June trip update, Part 1: Searching for Water

The team traveled to Usalama in June 2014 to complete implementation of the project.  Here, we describe our activities and findings from the trip over a series of three blog posts.  Click here to see our drawings to help you visualize our system.

Jack, Anh, and Jackson chat by one of Usalama’s kiosks.

In previous posts (http://usalama.ewbny.org/update-from-the-design-team/), we mentioned the elephants in the wildlife preserve finding our old water supply line and damaging it, preventing water from reaching the points of distribution. Last year, we thought that protecting the pipes sufficiently would curb this problem. (The pipes can’t be buried underground because they cross over volcanic rock, which is very difficult to excavate.)  We thought that connecting to the new supply, which took a different path, would eliminate this problem.
Pipes damaged by elephants. This photo is from August 2013.

So it was a bit of a disappointment when we found our new tank empty on the first day of our trip, and learned that the elephants were a problem upstream, too.
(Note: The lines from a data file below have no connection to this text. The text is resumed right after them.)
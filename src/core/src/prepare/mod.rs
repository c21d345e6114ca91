//! From recorded channels to the channels that are contrasted: one channel matrix T, linear-phase FIR filters, resampling.
//!
//! Prepared channel i = resample(filter(Σⱼ Tᵢⱼ xⱼ)), within each stretch on its own. All of it is linear, so a spatial filter w for the
//! prepared channels is w_raw = Tᵀw for the recorded ones.
//!
//! * `matrix`: T from what is left out, interpolated, re-referenced.
//! * `neighbours`: estimates by geometry; `quality`: proposals about doubtful channels; `reject`: what is in a window.
//! * [`steady`]: trend and fitted mains, taken off before the filters; `response`: what the filters let pass.
//! * [`fir`]: design and zero-phase application; several filters are convolved into one kernel first, so that edges are mirrored once.
//! * [`resample`]: rational change of rate, with its own anti-alias filter.
//! * [`inspect()`]: what is known of every channel before.
//!
//! # Precision
//! Sums and filters run in f64; samples are stored as f32.
//!
//! # Edges and gaps
//! Each stretch is continued by its mirror image. A stretch shorter than half the kernel is mirrored again and again, and a warning says so; a
//! kernel longer than every stretch is refused.
pub mod fir;
mod inspect;
mod matrix;
mod neighbours;
mod quality;
pub mod resample;
mod response;
pub mod steady;

pub use crate::describe::positions::to_unit_sphere;
pub use inspect::inspect;
pub use matrix::StepMatrix;
pub use quality::{Comparing, Quality};

use crate::error::{Kind, Problem, Result};
use crate::recipe::{Detrend, DetrendWord, Filter, Mains, MainsHow, Recipe};
use crate::recording::{Recording, Stretch};
use crate::sheet::{ChannelCard, PreparationCard};
use fir::{Design, Request, ZeroPhase};
use matrix::{ChannelMatrix, Sum};
use nalgebra::DMatrix;
use neighbours::Places;
use resample::Resampler;
use steady::MainsFit;

/// What the preparation gives.
#[derive(Debug, Clone)]
pub struct Prepared {
    /// Names, in the rows' order.
    pub channels: Vec<String>,
    /// Their unit, where they share one.
    pub unit: String,
    /// Unit-sphere positions, where known.
    pub positions: Vec<Option<[f64; 3]>>,
    /// `prepared × recorded` channel matrix T: w_raw = Tᵀw.
    pub matrix: DMatrix<f64>,
    /// Sampling rate.
    pub rate_hz: f64,
    /// `channels × samples`.
    pub samples: Vec<Vec<f32>>,
    /// Unbroken runs.
    pub stretches: Vec<Stretch>,
    /// T after each of its steps, for the rank; empty beyond 512 channels.
    pub steps: Vec<StepMatrix>,
    /// For the sheet (its ranks are filled in later).
    pub card: PreparationCard,
    /// Warnings, each a sentence.
    pub warnings: Vec<String>,
}

/// Preparation in bites: one channel a step.
#[derive(Debug)]
pub struct Preparing {
    matrix: ChannelMatrix,
    /// The reference series r·x, summed one recorded channel a step; empty without a reference.
    common: Vec<f64>,
    /// Recorded channels already in `common`.
    summed: usize,
    trend: Option<Detrend>,
    mains: Option<MainsFit>,
    rate_hz: f64,
    filter: Option<ZeroPhase>,
    resampler: Option<Resampler>,
    recorded: Vec<Stretch>,
    mixed: Vec<f64>,
    filtered: Vec<f64>,
    result: Prepared,
}

/// A matrix of channels by channels is never made beyond this.
const MOST_CHANNELS: usize = 2000;
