#[test]
fn a_first_look_matches_scipy() {
    let all = reference("prepare");
    let part = &all["channels"];
    let counts: Vec<usize> = numbers(&part["counts"])
        .iter()
        .map(|&c| c as usize)
        .collect();
    let (n, rate) = (counts.iter().sum::<usize>(), number(&part["rate_hz"]));
    let mut random = Lcg(number(&part["seed"]) as u64);
    let expected = part["channels"].as_array().unwrap();
    let samples = expected
        .iter()
        .map(|channel| {
            let (mains, size) = (number(&channel["mains_hz_added"]), number(&channel["size"]));
            (0..n)
                .map(|i| {
                    let t = i as f64 / rate;
                    let offset = if t < 15.0 { 1000.0 } else { -500.0 };
                    (random.normal12() + size * (std::f64::consts::TAU * mains * t).sin() + offset)
                        as f32
                })
                .collect()
        })
        .collect();
    let recording = recording(&["Fz", "EEG Cz-REF", "unknown"], samples, &counts, rate);
    let cards = inspect(&recording, &recipe(json!({}), json!({})));
    for (card, expected) in cards.iter().zip(expected) {
        // The inputs agree to the rounding to f32 of values near 1000 (one sine may differ in its last bit).
        close("sd", card.sd.unwrap(), number(&expected["sd"]), 1e-7);
        close(
            "mains",
            card.mains_db.unwrap(),
            number(&expected["mains_db"]),
            1e-4,
        );
        assert_eq!(card.mains_hz.unwrap(), number(&expected["mains_hz"]));
        assert_eq!(card.state, ChannelState::Used);
    }
    assert_eq!(cards[1].position, Some([0.0, 0.0, 1.0]));
    assert!(cards[0].position.is_some() && cards[2].position.is_none());
}

#[test]
fn a_first_look_finds_what_cannot_be_used() {
    let names = ["Fz", "F3", "F4", "Cz", "C3", "C4", "Pz", "P3"];
    let mut samples = noise(8, 300, 9);
    samples[1] = samples[0].clone();
    samples[2] = (0..300).map(|i| if i < 200 { 0.1 } else { -7.3 }).collect();
    samples[3][250] = f32::NAN;
    samples[4][3] = f32::INFINITY;
    samples[5] = samples[6].clone();
    let recording = recording(&names, samples, &[200, 100], 30.0);
    let choices = json!({"leave_out": ["C4"], "interpolate": ["P3"]});
    let cards = inspect(&recording, &recipe(choices, json!({})));
    let states: Vec<ChannelState> = cards.iter().map(|c| c.state.clone()).collect();
    let unusable = |reason: &str| ChannelState::Unusable(reason.to_owned());
    assert_eq!(
        states,
        [
            ChannelState::Used,
            ChannelState::NeedsALook("the same as Fz".to_owned()),
            unusable("constant"),
            unusable("holds values that are not numbers"),
            unusable("holds values that are not numbers"),
            ChannelState::LeftOut,
            ChannelState::Used,
            ChannelState::Interpolated,
        ]
    );
    assert_eq!(cards[2].sd, Some(0.0));
    assert_eq!(cards[3].sd, None);
    // Half of 30 Hz lies below mains.
    assert!(cards.iter().all(|c| c.mains_db.is_none()));
    let prepared = prepare(
        &recording,
        &recipe(json!({"leave_out": ["C4", "P3"]}), json!({})),
    )
    .unwrap();
    assert_eq!(prepared.channels, ["Fz", "F3", "Pz"]);
    assert_eq!(prepared.warnings.len(), 3, "{:?}", prepared.warnings);
    assert!(prepared.samples.iter().flatten().all(|v| v.is_finite()));
}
Closer to Umani Springs, the source of Usalama’s water and locked behind electric fencing, elephants were breaking apart lines for the new system, built by KIMAWASCO.  However, word from KIMAWASCO was that these lines had been fixed and that by the next day, water would be flowing to our tank.

But the next day, the tank was still empty.

After speaking with the director of KIMAWASCO, we learned that there were other potential reasons that the new village tank wasn’t filling up as expected.  One understanding is that another line had recently been installed to feed the nearby growing commercial town of Kibwezi upstream of Usalama, and this could decrease the pressure of water downstream to the Usalama tank significantly.  Additionally, we understood that the construction of a dam was in the works, which would be beneficial if this enhances the water supply to surrounding communities. However, it’s uncertain whether this would mean that the supply of Usalama’s water line could be bumped down lower on KIMAWASCO’s list of prioritized projects.

Jackson, Nolan and Jack survey the water system.

To get a better understanding of the situation, we walked along the supply lines, looking for any signs of leaks or water flow. Through some detective work beginning at the tap off from the Mombasa Highway where the main line continued onward to other communities downstream, we deduced that water was still not flowing through the supply line as KIMAWASCO had said.  We attempted to access Umani Springs to observe the water levels at the source, but were told by the security guard at the wildlife gates that it would be unsafe to do so, as a new herd of elephants was being introduced into the wildlife preserve.  With no water flowing through the pipes, Usalama’s kiosks remained closed, and villagers had to find other means of rationing and obtaining water. Despite there being an operable distribution system, Usalama had no access water within the village.